(Items from a data source)
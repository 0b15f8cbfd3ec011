/** The measures along the band: `channel`, `subband` and `polarization`. */

import { median } from "../../util/statistics.ts";
import type { ChannelCounts } from "../channel-counts.ts";
import { runningMedian } from "../channel-noise.ts";
import { fillMeasure, type Row } from "../fill-measure.ts";
import { CHANNEL, POLARIZATION, SUBBAND } from "../forms.ts";
import type { Gleanings } from "../gleanings.ts";
import { BAD, FLAGGED, USABLE, ZERO } from "../prepared.ts";
import type { BareSurvey } from "../survey-result.ts";
import type { Measure } from "../table.ts";
import { Counts } from "./counts.ts";
import { parallelProducts } from "./products.ts";

/** Channels on either side that the running median of the amplitude looks at. */
const AROUND = 8;
/** Baselines whose levels make the medians of the whole array; more would not change them and cost time. */
const MOST_BASELINES = 2000;

/** Numbers of the array as a whole, (subbands x channels x polarizations). */
class Band {
  readonly channels: number;
  readonly polarizations: number;
  readonly parallel: readonly boolean[];
  private readonly counted: ChannelCounts;
  /** medians over the baselines */
  readonly amplitude: Float64Array;
  readonly sigma: Float64Array;

  constructor(survey: BareSurvey, { channels }: Gleanings) {
    const { shape, polarizations } = survey.dataset;
    this.channels = shape.channels;
    this.polarizations = shape.polarizations;
    this.parallel = parallelProducts(polarizations);
    this.counted = channels;
    this.amplitude = overBaselines(survey, survey.levels.median);
    this.sigma = overBaselines(survey, survey.levels.sigma);
  }

  /** @param samples  numbers of samples of a row */
  counts(samples: readonly number[]): Counts {
    const counts = new Counts();
    for (const at of samples) {
      counts.usable += this.counted.of(USABLE, at);
      counts.flagged += this.counted.of(FLAGGED, at);
      counts.bad += this.counted.of(BAD, at);
      counts.zero += this.counted.of(ZERO, at);
    }
    return counts;
  }

  /** Median of the parallel hands among the samples. */
  level(values: Float64Array, samples: readonly number[]): number {
    return median(samples.filter((at) => this.parallel[at % this.polarizations]).map((at) => values[at]!));
  }

  /** Samples of a sub-band's channels from `first` up to, not including, `end`. */
  samples(subband: number, first: number, end: number): number[] {
    const from = (subband * this.channels + first) * this.polarizations;
    return Array.from({ length: (end - first) * this.polarizations }, (_, i) => from + i);
  }
}

function overBaselines(survey: BareSurvey, values: Float32Array): Float64Array {
  const { subbands, channels, polarizations } = survey.dataset.shape;
  const each = subbands * channels * polarizations;
  const baselines = survey.baselines.length;
  const stride = Math.max(1, Math.ceil(baselines / MOST_BASELINES));
  const picked = new Float64Array(Math.ceil(baselines / stride));
  return Float64Array.from({ length: each }, (_, at) => {
    for (let i = 0; i < picked.length; i++) picked[i] = values[i * stride * each + at]!;
    return median(picked);
  });
}

/** The columns of counts and levels. */
function row(band: Band, samples: readonly number[], noiseRatio: number): Row {
  return {
    ...band.counts(samples).row,
    amplitude_median: band.level(band.amplitude, samples),
    noise_sigma: band.level(band.sigma, samples),
    noise_ratio: noiseRatio,
  };
}

export function channelMeasure(survey: BareSurvey, gleanings: Gleanings): Measure {
  const { shape, setups } = survey.dataset;
  const { subbands, channels } = shape;
  const band = new Band(survey, gleanings);
  const rows: Row[] = [];
  for (let s = 0; s < subbands; s++) {
    const samples = Array.from({ length: channels }, (_, c) => band.samples(s, c, c + 1));
    const amplitude = Float64Array.from(samples, (own) => band.level(band.amplitude, own));
    const around = runningMedian(amplitude, AROUND);
    const noise = noiseOfChannels(band, gleanings, s);
    for (let c = 0; c < channels; c++) {
      const columns = row(band, samples[c]!, noise[c]!);
      rows.push({
        subband: s,
        channel: c,
        frequency_hz: setups[0]?.frequencies[s * channels + c] ?? Number.NaN,
        ...columns,
        // What was measured, where the levels hold what is likely of noise alone.
        noise_sigma: band.level(band.sigma, band.samples(s, 0, channels)) * noise[c]!,
        amplitude_ratio: amplitude[c]! / around[c]!,
      });
    }
  }
  const typicalFlagged = median(rows.map(({ flagged_fraction }) => flagged_fraction as number));
  return fillMeasure(
    CHANNEL,
    rows.map((one) => ({
      ...one,
      flagged_beyond_typical: (one.flagged_fraction as number) - typicalFlagged,
    })),
  );
}

/** (channels) noise over the typical one of the sub-band, median of its parallel hands. */
function noiseOfChannels(band: Band, { channelNoise }: Gleanings, subband: number): Float64Array {
  const hands = channelNoise
    .slice(subband * band.polarizations, (subband + 1) * band.polarizations)
    .filter((_, p) => band.parallel[p]);
  return Float64Array.from({ length: band.channels }, (_, c) => median(hands.map(({ own }) => own[c]!)));
}

export function subbandMeasure(survey: BareSurvey, gleanings: Gleanings): Measure {
  const { subbands, channels } = survey.dataset.shape;
  const band = new Band(survey, gleanings);
  const samples = Array.from({ length: subbands }, (_, s) => band.samples(s, 0, channels));
  const sigmas = samples.map((own) => band.level(band.sigma, own));
  const typical = median(sigmas);
  return fillMeasure(
    SUBBAND,
    samples.map((own, subband) => ({ subband, ...row(band, own, sigmas[subband]! / typical) })),
  );
}

export function polarizationMeasure(survey: BareSurvey, gleanings: Gleanings): Measure {
  const { dataset } = survey;
  const { subbands, channels } = dataset.shape;
  const band = new Band(survey, gleanings);
  const all = Array.from({ length: subbands }, (_, s) => band.samples(s, 0, channels)).flat();
  const described = dataset.polarizations.map((polarization, p) => {
    const samples = all.filter((at) => at % band.polarizations === p);
    return {
      polarization,
      counts: band.counts(samples),
      amplitude: median(samples.map((at) => band.amplitude[at]!)),
      sigma: median(samples.map((at) => band.sigma[at]!)),
      parallel: band.parallel[p]!,
    };
  });
  const hands = described.filter(({ parallel }) => parallel);
  const mean = hands.reduce((sum, { amplitude }) => sum + amplitude, 0) / hands.length;
  const typical = median(described.map(({ sigma }) => sigma));
  const rows = described.map(({ polarization, counts, amplitude, sigma, parallel }) => ({
    polarization,
    ...counts.row,
    amplitude_median: amplitude,
    noise_sigma: sigma,
    noise_ratio: sigma / typical,
    parallel: parallel ? 1 : 0,
    amplitude_ratio: parallel ? amplitude / mean : Number.NaN,
    cross_ratio: parallel ? Number.NaN : amplitude / mean,
  }));
  return fillMeasure(POLARIZATION, rows);
}
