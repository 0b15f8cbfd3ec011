/** Which products carry the total intensity. */
import type { Polarization } from "../../dataset/dataset.ts";

const PARALLEL: ReadonlySet<Polarization> = new Set(["I", "RR", "LL", "XX", "YY"]);

/** Parallel hands and Stokes I; all of them where there is none of these. */
export function parallelProducts(polarizations: readonly Polarization[]): boolean[] {
  const parallel = polarizations.map((name) => PARALLEL.has(name));
  return parallel.includes(true) ? parallel : parallel.map(() => true);
}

TO DO —
Among the entries above, which lines include "picked"? List them all.

COMPLETED EXERCISE —
  const picked = new Float64Array(Math.ceil(baselines / stride));
    for (let i = 0; i < picked.length; i++) picked[i] = values[i * stride * each + at]!;
    return median(picked);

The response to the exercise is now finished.